INSTRUCTIONS TO FOLLOW.
How many separate lines in this material contain the string "kinetics"? Respond with the number alone.

BEGIN RECORDED DATA

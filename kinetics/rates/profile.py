"""Profile-likelihood intervals, calibrated by Student's t.

For a trial value of one parameter all others are fitted again; the interval ends where the sum of
squares has grown by t² residual variances (Bates & Watts, Nonlinear Regression Analysis, 1988,
chapter 6). Where it never grows that much the data do not bound the parameter on that side.

The ends are found by Newton steps for both conditions at once (Venzon & Moolgavkar, Applied
Statistics 37 (1988) 87); where those do not settle, by a bracket along the profile.
"""

from dataclasses import dataclass

import numpy as np
from scipy.stats import t as student

from kinetics.rates.estimate import Estimate, Problem
from kinetics.rates.series import Float64

# Searched this many standard errors away, and to a factor e^7 ≈ 1000 for a rate constant.
_FARTHEST_SE = 60.0
_FARTHEST_LOG = 7.0
_FARTHEST_ORDER = 20.0
_CLOSE = 1e-6  # relative, of the t-scaled distance
_NEWTON_STEPS = 12


@dataclass(frozen=True, slots=True, eq=False)
class Profile:
    """Interval of one parameter, and the curve behind it.

    Attributes
    ----------
    low, high
        Ends in the parameter's own unit; nan on a side that the data do not bound.
    values
        Trial values, ascending, shape (q,).
    deltas
        Signed root of the growth of the sum of squares over the residual variance, shape (q,):
        ±t at the ends of the interval.
    """

    low: float
    high: float
    values: Float64
    deltas: Float64


def profile(problem: Problem, found: Estimate, index: int, confidence: float) -> Profile:
    """Profile one parameter.

    Parameters
    ----------
    problem, found
        The problem and its minimum.
    index
        Which parameter.
    confidence
        Two-sided, e.g. 0.95.
    """
    goal = float(student.ppf(0.5 + confidence / 2, found.dof))
    points = [(float(found.x[index]), 0.0)]
    ends = [_end(problem, found, index, sign, goal, points) for sign in (-1.0, 1.0)]
    points.sort()
    raw = np.array([p[0] for p in points])
    natural = np.array([_natural(problem, found.x, index, v) for v in raw])
    low, high = (float("nan") if e is None else _natural(problem, found.x, index, e) for e in ends)
    return Profile(low, high, natural, np.array([p[1] for p in points]))


def profile_curve(problem: Problem, found: Estimate, index: int, reach: float = 3.0) -> Profile:
    """Return a profile at evenly spread values, for a picture.

    Parameters
    ----------
    reach
        How far to go on either side, in standard errors.
    """
    error = float(np.sqrt(found.covariance[index, index]))
    centre = float(found.x[index])
    points = [(centre, 0.0)]
    for sign in (-1.0, 1.0):
        warm = np.array(found.x)
        for share in np.linspace(0.1, 1.0, 10):
            warm[index] = centre + sign * share * reach * error
            if not np.isfinite(warm[index]):
                break
            warm, cost = problem.search(warm, found.whitener, fixed=index, tolerance=1e-8)
            points.append((float(warm[index]), sign * _root(cost, found)))
    points.sort()
    natural = np.array([_natural(problem, found.x, index, v) for v, _ in points])
    return Profile(float("nan"), float("nan"), natural, np.array([d for _, d in points]))


def _natural(problem: Problem, x: Float64, index: int, value: float) -> float:
    moved = np.array(x)
    moved[index] = value
    with np.errstate(all="ignore"):
        return float(problem.model.to_natural(moved)[index])


def _root(cost: float, found: Estimate) -> float:
    return float(np.sqrt(max(cost - found.chi2, 0.0) / found.scale)) if found.scale > 0 else 0.0


def _end(
    problem: Problem,
    found: Estimate,
    index: int,
    sign: float,
    goal: float,
    points: list[tuple[float, float]],
) -> float | None:
    """Find where the signed root reaches the goal on one side; None if it never does."""
    centre = float(found.x[index])
    error = float(np.sqrt(found.covariance[index, index]))
    farthest = _FARTHEST_SE * goal * error if np.isfinite(error) else np.inf
    if problem.model.is_log(index):
        farthest = min(farthest, _FARTHEST_LOG) if np.isfinite(farthest) else _FARTHEST_LOG
    if problem.model.names[index] == "order":
        farthest = min(farthest, _FARTHEST_ORDER)
    if not np.isfinite(farthest) or farthest <= 0:
        return None
    quick = _newton_end(problem, found, index, sign, goal)
    # An end much closer than the quadratic says is a search gone astray, not an end.
    if quick is not None and 0.05 * goal * error < sign * (quick - centre) <= farthest:
        points.append((quick, sign * goal))
        return quick
    return _bracketed_end(problem, found, index, (sign, goal, farthest), points)


def _newton_end(
    problem: Problem, found: Estimate, index: int, sign: float, goal: float
) -> float | None:
    """Solve for the end and for the other parameters there at once; None if it does not settle.

    With the Gauss–Newton curvature the others follow the one linearly, d = a + τ b, and the sum of
    squares is a quadratic in τ.
    """
    w = found.whitener
    others = [i for i in range(found.x.size) if i != index]
    x = _tangent(found, index, sign * goal * float(np.sqrt(found.covariance[index, index])))
    growth = goal**2 * found.scale
    b = np.zeros(found.x.size)
    with np.errstate(all="ignore"):
        for _ in range(_NEWTON_STEPS):
            rest = w.apply(problem.predict(x) - problem.data).ravel()
            slope = w.apply_jacobian(problem.jacobian(x))
            excess = float(rest @ rest) - found.chi2 - growth
            if not np.isfinite(excess) or not np.all(np.isfinite(slope)):
                return None
            half, curve = slope.T @ rest, slope.T @ slope
            a, b[:] = np.zeros(x.size), 0.0
            b[index] = 1.0
            if others:
                block = curve[np.ix_(others, others)]
                right = np.stack((half[others], curve[others, index]), axis=1)
                size = np.sqrt(np.diag(block))
                if not np.all(size > 0):
                    return None
                scaled = block / np.outer(size, size)
                solved = np.linalg.lstsq(scaled, right / size[:, None], rcond=1e-13)[0]
                a[others], b[others] = -solved[:, 0] / size, -solved[:, 1] / size
            q2 = float(b @ curve @ b)
            q1 = 2.0 * float(half @ b + a @ curve @ b)
            gain = float(2.0 * half @ a + a @ curve @ a)  # ≤ 0: what the others still win
            inside = q1 * q1 - 4.0 * q2 * (excess + gain)
            if not (q2 > 0 and inside >= 0):
                return None
            tau = (-q1 + sign * float(np.sqrt(inside))) / (2.0 * q2)
            if abs(excess) < 2 * _CLOSE * growth and -gain < 2 * _CLOSE * growth:
                return float(x[index]) + tau
            step = a + tau * b
            if abs(step[index]) > 2.0 * abs(x[index] - found.x[index]):
                return None
            x = x + step
            if sign * (x[index] - found.x[index]) <= 0:
                return None
    return None


def _bracketed_end(
    problem: Problem,
    found: Estimate,
    index: int,
    wanted: tuple[float, float, float],
    points: list[tuple[float, float]],
) -> float | None:
    """Walk along the profile until the goal lies between two points, then close in."""
    sign, goal, farthest = wanted
    centre = float(found.x[index])
    error = float(np.sqrt(found.covariance[index, index]))
    warm = np.array(found.x)
    inside: tuple[float, float] = (0.0, 0.0)
    outside: tuple[float, float] | None = None
    step = min(goal * error, 0.5 * farthest)
    for _ in range(40):
        distance = min(step, farthest)
        warm[index] = centre + sign * distance
        begin = _tangent(found, index, sign * distance) if outside is None else warm
        moved, cost = problem.search(begin, found.whitener, fixed=index, tolerance=1e-10)
        warm = np.array(moved)
        root = _root(cost, found)
        points.append((centre + sign * distance, sign * root))
        if abs(root - goal) <= _CLOSE * goal:
            return centre + sign * distance
        if root < goal:
            inside = (distance, root)
        else:
            outside = (distance, root)
        if outside is None:
            if distance >= farthest:
                return None
            growth = goal / root if root > 0.05 * goal else 3.0
            step = distance * float(np.clip(1.02 * growth, 1.05, 3.0))
        else:
            share = (goal - inside[1]) / (outside[1] - inside[1])
            # The root is nearly straight in the parameter; stay off the ends to keep the
            # bracket shrinking from both sides.
            share = float(np.clip(share, 0.02, 0.98))
            step = inside[0] + share * (outside[0] - inside[0])
            if outside[0] - inside[0] < 1e-9 * outside[0]:
                return centre + sign * step
    return centre + sign * step


def _tangent(found: Estimate, index: int, move: float) -> Float64:
    """Start the others where the quadratic about the minimum puts them."""
    column = found.covariance[:, index]
    variance = column[index]
    out = np.array(found.x)
    if variance > 0:
        out = out + column / variance * move
    out[index] = found.x[index] + move
    return out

END RECORDED DATA

EXERCISE SOLUTION.
3